Ainda assim, os desafios dos eleitores em massa parecem estar se espalhando – assim como a Eagle AI.

Na Flórida, a diretora eleitoral, Maria Matthews, instruiu recentemente os supervisores eleitorais do condado a levarem a sério uma lista de desafios de eleitores da Eagle AI, com 10.000 nomes, compartilhada com ela por alguém que ela descreveu como “um cidadão preocupado”.

Na Geórgia, uma nova lei estabelece regras para contestações eleitorais. Está definido para entrar em vigor em julho. Muitos pensam que isso configura o Eagle AI como uma ferramenta legítima para manutenção de listas de eleitores.
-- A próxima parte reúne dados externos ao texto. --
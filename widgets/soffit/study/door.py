"""The study: every result of a panel under its settings, computed once, when it is asked for."""

from __future__ import annotations

from collections.abc import Iterable, Mapping
from datetime import date
from typing import TYPE_CHECKING, Any

import pandas as pd

from soffit.estimate.statistic import NotApplicable
from soffit.estimate.steps import Steps, drained
from soffit.hedge.costs import LegKind
from soffit.hedge.ticket import Instrument, Rounding, Ticket
from soffit.hedge.walk_forward import WalkSchedule
from soffit.hedge.weights import HedgeRule
from soffit.intake.options import choice
from soffit.judge.large_n import LargeN, large_n_test
from soffit.judge.wald import OverRejection, WaldTests, wald_lags, wald_tests
from soffit.settings import CeilingForm
from soffit.study.alpha_under_ceiling import AlphaUnderCeiling
from soffit.study.base import COSTS, CROSS_SECTION, PREMIA, REGRESSION, SAMPLE, StudyBase, computed, in_steps
from soffit.study.ceiling_verdict import CeilingMap, CeilingVerdict
from soffit.study.characteristic_premia import CharacteristicsPriced, CharacteristicTable
from soffit.study.factor_regression import FactorRegression
from soffit.study.factor_sets import FactorSets
from soffit.study.hedge_book import BookAlpha, BookLimits, HedgedBook, book_alphas
from soffit.study.hedge_costs import WalkCosts
from soffit.study.hedge_ratios import FactorHedge
from soffit.study.hedge_settings import cost_rates, hedge_rule, known_names, leg_kinds, walk_schedule
from soffit.study.hedge_ticket import Mimicking, make_mimicking, make_ticket
from soffit.study.hedge_walk import HedgeWalk
from soffit.study.joint_evidence import JointPower, ResidualAssumptions, robust_sizes
from soffit.study.joint_test import JointTest
from soffit.study.many_alphas import ManyAlphas
from soffit.study.prices_of_risk import PricesOfRisk
from soffit.study.sample import Sample
from soffit.study.sharpe_ratios import SharpeGap, SharpeTable
from soffit.study.vintage import VintageEffect

if TYPE_CHECKING:
    pass

__all__ = ["Study"]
E na casa de Richards, no condado de Columbia, Geórgia, o conselho eleitoral local assinou um contrato para usar a plataforma Eagle AI. A única razão pela qual não o fizeram antes das primárias de maio foi porque Richards também ainda não tinha assinado. Por e-mail, ele disse que isso era um reconhecimento de que os funcionários estavam muito ocupados naquele momento para o treinamento de integração.

Uma prévia do que está por vir?

Acontece que, em Macon, o desafio de Sumrall não foi ideia dele.

Recebi esta planilha específica”, disse ele enquanto a sala do Conselho Eleitoral do Condado de Bibb se esvaziava.

Ele não disse quem lhe enviou a lista, apenas que são “pessoas muito inteligentes”. Mas para tornar o desafio legal, ele só precisava colocar seu nome nele.

E então, se outra lista Eagle AI chegasse à sua caixa de entrada, ele faria isso de novo?

“Veremos”, disse ele. “Veremos. Talvez.”

O que torna seu esforço uma provável prévia dos desafios dos eleitores que virão neste ano eleitoral.